Анька пренебрежительно махнула рукой (ах, оставьте, в глаза хвалят только дураков!):
– Мне нужно много учиться. Кстати, Егор советует после школы поступать в Академию художеств.
– А ты этого хочешь?
– Не знаю. Боюсь представить, что нужно будет уехать отсюда, жить в чужом городе, далеко от моря, – Анька вздохнула. – Не знаю, смогу ли привыкнуть… Вон Егор до сих пор скучает по дому.
Дверь распахнулась, и в комнату шмыгнул огромный котяра. Аня потрепала его за ухом, и зверь, замурчав, как трактор, расположился на диване.
Ксения подошла к стеллажу, уставленному моделями парусников и самолетов.
– Их когда-то собирали отец с Егором. – Аня взяла в руки изящную бригантину. – В детстве Егор был помешан на море и самолетах, и никак не мог выбрать, кем ему быть – моряком или летчиком. А потом они с Владом решили стать пиратами, учили морзянку, рангоут и такелаж корабля, изучали географические карты и всерьез думали удрать из дома.
– Нормальная мальчишеская мечта! – улыбнулась Ксения.
– Да уж, только потом Влад почему-то стал бизнесменом, – с горечью заметила Аня. – Он так изменился за эти годы, просто не узнаю его…
Ксения стала разглядывать фотографии, висевшие на стенах: мальчишки в лодке, маленькая Анька на руках у мамы Сони, юный Егор в обнимку с огромной собакой. А над кроватью большая фотография…

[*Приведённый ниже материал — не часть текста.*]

"""The Dissimilarity object: condensed distances + labels + provenance (+ feature matrix).

Condensed order is scipy's (``scipy.spatial.distance.squareform``): pairs (0,1), (0,2), ...,
(0,n-1), (1,2), ... For measures that are Euclidean distances between rows of some feature
matrix F (Euclidean, Hellinger, chord, chi-square, Aitchison), ``features`` holds F; the
condensed vector is then computed only when asked for, so analyses that can work in O(n p)
(ordination by SVD, PERMANOVA by projections) never form an n x n matrix.
"""
from __future__ import annotations

from typing import Mapping

import numpy as np
import pandas as pd

from .errors import InputError
from .cache import shared_cache
from .memory import check_memory

__all__ = ["Dissimilarity", "condensed_index", "dissimilarity", "feature_matrix"]


def condensed_index(n: int, i: np.ndarray, j: np.ndarray) -> np.ndarray:
    """Position of pair (i, j), i != j, in a condensed vector of n items."""
    i, j = np.minimum(i, j), np.maximum(i, j)
    return n * i - i * (i + 1) // 2 + (j - i - 1)


def subset_positions(labels, which) -> np.ndarray:
    """Positions of ``which`` (sample labels, or a boolean mask) among ``labels``; an
    InputError names unknown labels."""
    arr = np.asarray(which)
    if arr.dtype == bool:
        return np.flatnonzero(arr)
    pos = {x: i for i, x in enumerate(labels)}
    missing = [str(x) for x in arr if str(x) not in pos]
    if missing:
        raise InputError(f"unknown sample label(s): {missing[:8]}.")
    return np.array([pos[str(x)] for x in arr], dtype=int)
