@reports_progress("Audit", knob="n_sim")
def audit(table, group: str, measure: str = "bray_curtis", *, transform=None,
          reference: str = "chi_square", n_sim: int = 200, n_permutations: int = 199,
          model: str = "dirichlet_multinomial", alpha: float = 0.05, spread: bool = True,
          rarefied: bool = True, units=None, rng=None, progress=None,
          cancel=None) -> AuditResult:
    """How often would PERMANOVA with ``measure`` call a pure size difference compositional?

    Parameters
    ----------
    table : CommunityTable
        Whole-number counts with sample information.
    group : str
        Sample column whose groups are compared.
    measure : str
        The measure under audit; ``transform`` is applied before it.
    reference : str, default 'chi_square'
        A size-free measure audited on the same simulated tables. Chi-square distance is
        linear in the profiles, so sampling depth does not bias group centroids; Hellinger's
        square root does slightly (Jensen's inequality), which the audit will show.
    n_sim : int, default 200
        Simulated tables.
    n_permutations : int, default 199
        Permutations per test.
    model : {'dirichlet_multinomial', 'multinomial'}
        Sampling model around the pooled profile; the Dirichlet-multinomial's intra-class
        correlation is estimated from the data within groups (:func:`estimate_overdispersion`).
    alpha : float, default 0.05
    spread : bool, default True
        Also audit the dispersion test (Anderson 2006) with ``measure`` and with
        ``reference``: how often would the spread test fire on a pure size difference?
    rarefied : bool, default True
        Also audit :func:`tallyform.core.counting.shape_test` and
        :func:`tallyform.core.counting.spread_test` with ``measure`` (their defaults: one
        rarefaction to the smallest total), which a size difference cannot fool.
    units : None, False, str or list of str
        The sampling units of the design (:func:`tallyform.core.units.resolve_units`; None
        detects them): the audited tests relabel whole units, as the tests a user runs on
        such a design do. The simulated tables keep every sample's observed total (so
        unit-to-unit differences in size stay) and draw compositions independently.
    rng : None, int or numpy.random.Generator
    progress, cancel : callables, optional

    Returns
    -------
    AuditResult
        Rates with 95 % Clopper-Pearson (1934) intervals and a plain-language reading; the
        spread and rarefied rows are in ``extra`` (and in :meth:`AuditResult.to_frame`).

    Notes
    -----
    Every simulation draws its table and its tests from its own random stream, spawned from
    ``rng`` before any runs; with an active Dask client the simulations are tasks on its
    workers (:func:`tallyform.core.cluster_map.cluster_map`) and give the same p-values.
    Compositions are simulated independently for every sample (no unit-level composition
    effects: the null is "composition the same everywhere"), while the totals keep the
    design's unit structure; with units, the audited tests relabel whole units.
    """
    table, g = _checked(table, group, model=model, alpha=alpha, n_sim=n_sim,
                        n_permutations=n_permutations, spread=spread, rarefied=rarefied)
    from .design import model_matrix
    from .units import resolve_units
    X = model_matrix(pd.DataFrame({group: g}), [group]).X
    info = table.samples.copy()
    info[group] = g.to_numpy()
    plan = resolve_units(info, [group], units)
    design = None if plan.independent else (info, group, [lv.name for lv in plan.levels])
    rng = as_rng(rng)
    # the spread and rarefied rows draw from their own stream, so the PERMANOVA rows are the
    # same with and without them (spawning does not advance the parent stream)
    extra_rng = rng.spawn(1)[0]
    groups = g.to_numpy()
    reads_basis, read_scale = counting_basis(table)
    rho = (estimate_overdispersion(reads_basis, groups) if model != "multinomial" else 0.0)
    labels = np.asarray(table.sample_labels, dtype=object)
    taxa = np.asarray(table.taxon_labels, dtype=object)
    shared = dict(basis=_null_basis(table), model=model, rho=rho, labels=labels, taxa=taxa,
                  X=X, measure=measure, transform=transform, reference=reference,
                  n_permutations=n_permutations, groups=groups, spread=spread,
                  rarefied=rarefied, design=design, read_scale=read_scale)
    # every simulation draws its table and its tests from its own streams, fixed here, so
    # the result is the same in a loop and as tasks on a Dask cluster
    items = list(zip(rng.spawn(n_sim), extra_rng.spawn(n_sim)))
    out = cluster_map(_one_simulation, items, shared=shared, progress=progress,
                      cancel=cancel, what="the audit")
    p = {k: np.array([o[k] for o in out], dtype=float) for k in out[0]}
    p_main, p_ref = p["main"], p["ref"]
    # a p-value exactly at alpha is a rejection (p <= alpha), the usual convention
    k_main, k_ref = int(np.sum(p_main <= alpha)), int(np.sum(p_ref <= alpha))
    ci_main, ci_ref = _clopper_pearson(k_main, n_sim), _clopper_pearson(k_ref, n_sim)
    from .transforms import get_transform
    tr = get_transform(transform).name
    tr = None if tr == "none" else tr
    name = measure if tr is None else f"{tr} + {measure}"
    extra, extra_p = _extra_rows(p, name, reference, alpha, spread=spread, rarefied=rarefied)
    reading = _reading(name, reference, group, k_main / n_sim, ci_main, k_ref / n_sim, ci_ref,
                       alpha, n_sim)
    reading += _extra_reading(name, reference, extra, alpha)
    notes = list(plan.notes)
    if design is not None:
        notes.append(f"The audited tests relabel whole units ({plan.describe(group)}), as "
                     "the tests of this design do.")
    if model == "dirichlet_multinomial":
        notes.append(f"Simulated counts are Dirichlet-multinomial around the pooled profile "
                     f"with intra-class correlation {rho:.4f}, estimated within groups.")
    if n_sim < 100:
        notes.append(f"Only {n_sim} simulations: the interval is wide.")
    return AuditResult(
        measure=measure, transform=tr, reference=reference, group=group, alpha=alpha,
        n_sim=n_sim, n_permutations=n_permutations, model=model, rho=rho,
        rate=k_main / n_sim, ci=ci_main, rejections=k_main, reference_rate=k_ref / n_sim,
        reference_ci=ci_ref, reference_rejections=k_ref, pvalues=readonly(p_main),
        reference_pvalues=readonly(p_ref), reading=reading, notes=tuple(notes),
        provenance={"measure": measure, "transform": tr, "reference": reference,
                    "group": group, "n_sim": n_sim, "n_permutations": n_permutations,
                    "model": model, "alpha": alpha, "spread": spread, "rarefied": rarefied,
                    "units": [lv.name for lv in plan.levels] or None,
                    "table": table.fingerprint},
        extra=extra, extra_pvalues=extra_p)


def _extra_reading(name, reference, extra, alpha) -> str:
    """Sentences for the spread and rarefied rows."""
    if extra is None or not len(extra):
        return ""
    pct = lambda v: f"{100 * v:.0f} %"                                       # noqa: E731
    out = []
    disp = extra[extra["test"] == "dispersion test"]
    if len(disp):
        parts = [f"{lab.split(':')[0]} {pct(r.false_alarm_rate)} ({pct(r.ci_low)}-"
                 f"{pct(r.ci_high)})" for lab, r in disp.iterrows()]
        text = ("The dispersion test (spread) fired on these size-only data sets with "
                + " and with ".join(parts) + ".")
        if any(_verdict(r.false_alarm_rate, (r.ci_low, r.ci_high), alpha) == "inflated"
               for _, r in disp.iterrows()):
            text += (" Samples with smaller totals carry more counting noise, so a spread "
                     "difference found on these data may be a size difference.")
        out.append(text)
    rare = extra[extra["test"].str.startswith("one rarefaction")]
    if len(rare):
        parts = [f"{r.aspect} {pct(r.false_alarm_rate)} ({pct(r.ci_low)}-{pct(r.ci_high)})"
                 for _, r in rare.iterrows()]
        out.append(f"After one rarefaction of every sample to the smallest total "
                   f"(shape_test / spread_test with {name}): " + ", ".join(parts) + ".")
    return " " + " ".join(out)
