// Builds the invented demo scenario: rolls at every stage of the chain so that every screen shows something.
// Every record keeps one order of events (received <= cut <= prepared <= mounted <= stages <= readings <=
// terminated <= reviewed), and every item's custody ledger leads step by step to the state it is in.
import type { CustodyAction, ItemState, Prisma } from "@/lib/generated/prisma/client";
import type { Tx } from "@/lib/server/db/transaction";
import { allocateLabNumber } from "@/lib/server/db/allocate-lab-number";
import { hashPassword } from "@/lib/server/auth/password";
import { DEMO_CLIENTS, DEMO_LAB, DEMO_PASSWORD, DEMO_STAFF } from "./demo-people";
import { DEMO_SPEC_LIMITS, demoSpecLimits } from "./demo-method-defaults";
import { createIndexEquipment, DEMO_OBSERVATIONS as OBS, demoIndexTester } from "./demo-index-tests";
import { makeDemoReadings } from "./demo-readings";
import { DEMO_LAB_DECLARED_UNCERTAINTIES as U } from "./demo-uncertainties";
import { seedDemoMethodSettings } from "./demo-method-settings";
import { recordDemoResults } from "./demo-results";

const DAY = 86_400_000;
const HOUR = 3_600_000;
const SPECIMEN_AREA_M2 = (Math.PI * 0.1 ** 2) / 4; // 100 mm die, common practice
/** Burette cross-sections of the demo panels, mm² (a bore of about 6.3 mm). */
const DEMO_BURETTE_AREAS_MM2 = { inflow: 31.4, outflow: 31.2 };

type Ids = Record<string, string>;
type Item = { kind: "roll" | "coupon" | "specimen"; id: string };
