import type { NextRequest } from "next/server";
import { AppError } from "@/lib/errors/app-error";
import { routeErrorResponse } from "@/lib/server/actions/route-error";
import { requireUser } from "@/lib/server/auth/require-permission";
import { getLetterhead } from "@/lib/server/lab/get-letterhead";
import { getPrintableLabels } from "@/lib/server/labels/get-printable-labels";
import { renderLabelSheetPdf } from "@/lib/server/labels/render-label-sheet-pdf";

export const dynamic = "force-dynamic";

/** GET /api/labels?numbers=R26-00001,R26-00002: the label sheets as a PDF (sample.view). */
export async function GET(request: NextRequest) {
  try {
    const actor = await requireUser("sample.view");
    const [{ labels }, lab] = await Promise.all([getPrintableLabels({ actor, labNumbers: request.nextUrl.searchParams.getAll("numbers") }), getLetterhead()]);
    if (labels.length === 0) throw new AppError("NOT_FOUND", "None of those lab numbers is a roll, coupon or specimen on record.");
    const pdf = await renderLabelSheetPdf({ labels, labName: lab.name });
    return new Response(new Uint8Array(pdf), {
      headers: { "Content-Type": "application/pdf", "Content-Disposition": 'inline; filename="labels.pdf"', "Cache-Control": "no-store" },
    });
  } catch (error) {
    return routeErrorResponse(error);
  }
}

– Это Влад? – спросила Ксения.
Анька покраснела и нехотя буркнула – да. По ее реакции Ксения поняла, что тут какие-то девичьи секреты, дело деликатное, а потому лучше перевести разговор на другую тему. Она поинтересовалась, зачем у Ани посреди комнаты висит боксерская груша. Анька тут же принялась убеждать, как хорошо снимать стрессы с помощью бокса. Не переставая молотить грушу, она вдруг, без всякого логического перехода, поинтересовалась у Ксении, понравилась ли ей Леля. При этом Анька так душевно шмякнула грушу, что у Ксении не осталось никаких сомнений относительно того, какой ответ от нее ждут.